Eventuell sind es auch die Spannungswandler für die CPU...manche Mainboards haben da einen Tempfühler...


----------



## MKay (23. Februar 2010)

*AW: 94°C Systemtemperatur laut Speedfan*

Entweder (wie gesagt) Fühler kaputt, oder du hast einen Kabel-Verhau drinne, der die Zirkulation stört, oder(Hinter MB) drinne, das dort sich die Lüft Staut.


----------



## CMST GX2 (23. Februar 2010)

*AW: 94°C Systemtemperatur laut Speedfan*

Speedfan ist richtig eingestellt, wobei ich aus dem Programm an sich nicht schlau werde.
Meine Suche nach dem Chipsatz ergab, dass viele Leute Probleme bezüglich Temperaturen haben.
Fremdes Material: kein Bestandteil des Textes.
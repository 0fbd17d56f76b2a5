"""A rig as the arrays that drilling works with, and back."""

from __future__ import annotations

from dataclasses import replace

import numpy as np
import pytest
from hand_rigs import make_rig
from lever_plans import best_plan, brief_of
from plan_trees import scattered
from test_marks_few import spaced_rig

from rigdesign.checks import check
from rigdesign.errors import InputError
from rigdesign.levers import build_rig
from rigdesign.levers.keep.pivots import forces_of, misfit_rows, pivots_of
from rigdesign.levers.keep.standing import branches_of_rig, directions, rebuilt, steps_of_rig
from rigdesign.levers.model import Rig
from rigdesign.levers.surface.hanging import HungInPlan, hang_moving, hang_staying


def rigs() -> list[Rig]:
    """Free and staying pads, on a line and in plan, levers and plates."""
    made = [build_rig(best_plan(brief_of(7), 7)), spaced_rig()]
    made += [build_rig(scattered(8, 3, may_move=may_move, plates=True)) for may_move in (True, False)]
    assert all(isinstance(rig, Rig) for rig in made)
    return made  # type: ignore[return-value]


def hung(rig: Rig, steps: np.ndarray) -> HungInPlan:
    tree, step = rig.trees[0], rig.plan.target.brief.levers.drill_step
    branches, total = branches_of_rig(rig), abs(tree.force)
    if not rig.plan.may_move:
        return hang_staying(branches, steps[None], step, rig.pad_x, rig.pad_y, total)
    jack = tree.jack.x, tree.jack.y
    return hang_moving(branches, steps[None], step, directions(rig), jack, total, rig.pad_x, rig.pad_y)


@pytest.mark.parametrize("index", range(4))
def test_a_rig_is_hung_again_where_it_was(index):
    rig = rigs()[index]
    now = hung(rig, steps_of_rig(rig))
    again = rebuilt(rig, branches_of_rig(rig), now)
    for old, new in zip(rig.trees[0].pieces, again.trees[0].pieces, strict=True):
        assert replace(old, holes=()) == replace(new, holes=())
        for one, other in zip(old.holes, new.holes, strict=True):
            assert (one.name, one.joins) == (other.name, other.joins)
            np.testing.assert_allclose((other.u, other.v, other.x, other.y), (one.u, one.v, one.x, one.y), atol=1e-12)
    np.testing.assert_allclose(now.pad_force[0], np.abs(check(rig).statics.pad_force), rtol=1e-9)


@pytest.mark.parametrize("index", range(4))
def test_moved_steps_are_those_of_the_rebuilt_rig(index):
    rig = rigs()[index]
    steps = steps_of_rig(rig)
    steps = steps + np.where(np.arange(steps.size) % 3 == 1, 2, -1)
    again = rebuilt(rig, branches_of_rig(rig), hung(rig, steps))
    np.testing.assert_array_equal(steps_of_rig(again), steps)
    np.testing.assert_allclose(
        np.abs(check(again).statics.pad_force), hung(rig, steps).pad_force[0], rtol=1e-9, atol=1e-9
    )


@pytest.mark.parametrize("index", range(4))
def test_shifted_pivots_give_the_forces_that_the_check_solves(index):
    rig = rigs()[index]
    branches, rules = branches_of_rig(rig), rig.plan.target.brief.levers
    pieces = rig.trees[0].pieces
    pivots = pivots_of(rig, branches, rules, dict.fromkeys([piece.name for piece in pieces], 0.02))
    shifts = 0.004 * np.cos(np.arange(2.0 * len(pieces))).reshape(-1, 2)
    for row, pivot in enumerate(pivots):
        shifts[row, 1] *= not pivot.is_lever
    force = forces_of(branches, pivots, shifts[None], abs(rig.trees[0].force))[0]
    moved = tuple(
        replace(piece, holes=(piece.holes[0], *(replace(h, u=h.u - s[0], v=h.v - s[1]) for h in piece.ends)))
        for piece, s in zip(pieces, shifts, strict=True)
    )
    again = replace(rig, trees=(replace(rig.trees[0], pieces=moved),))
    np.testing.assert_allclose(force, np.abs(check(again).statics.pad_force), rtol=1e-9)
    # the equation of each pivot: its moment over its load is its shift
    for pivot, shift in zip(pivots, shifts, strict=True):
        np.testing.assert_allclose(pivot.moments @ force / (pivot.load @ force), shift, atol=1e-12)


def test_misfits_are_what_places_of_pivots_change_apart():
    rig = spaced_rig()
    branches = branches_of_rig(rig)
    pieces = rig.trees[0].pieces
    pivots = pivots_of(rig, branches, rig.plan.target.brief.levers, {p.name: 0.0 for p in pieces})
    force = np.abs(check(rig).statics.pad_force)
    rows = misfit_rows(rig, branches, pivots, force)
    np.testing.assert_allclose(rows @ force / force.mean(), 0.0, atol=1e-12)
    # pads 1 and 2 hang from one lever: what one loses and the other gains moves its pivot by ΔF · 0.4 m / load
    more = force + np.array([-10.0, 10.0, 0.0, 0.0, 0.0, 0.0, 0.0, 0.0])
    expected = 10.0 * 0.4 / force[:2].sum()
    found = np.abs(rows @ more / force.mean())
    assert found.max() == pytest.approx(expected, rel=1e-9)


def test_several_jacks_and_holes_off_the_step_are_refused():
    rig = make_rig([0.5, 1.1, 2.3], [300.0, 500.0, 217.3])
    with pytest.raises(InputError, match="not on the drill step"):
        steps_of_rig(rig)
    with pytest.raises(InputError, match="2 jacks"):
        branches_of_rig(replace(rig, trees=rig.trees * 2))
Wobei er scheinbar auch viel aushalten kann. (Hatte ja bis jetzt noch keinerlei sichtbaren Probleme)
Falls die Temps stimmen sollten, schließe ich es einfach mal darauf zurück, dass die Grafikkarte sehr nah an der Northbridge und deren Kühler liegt und die allgemeine Luftzirkulation in meinem Gehäuse schlecht ist.
Ich werd jetzt mal schauen, ob ich einen der beiden anderen PCIe-2.0 Steckplätze auf dem Board verwenden kann, um den Raum um die Graka herum zu vergrößern.


----------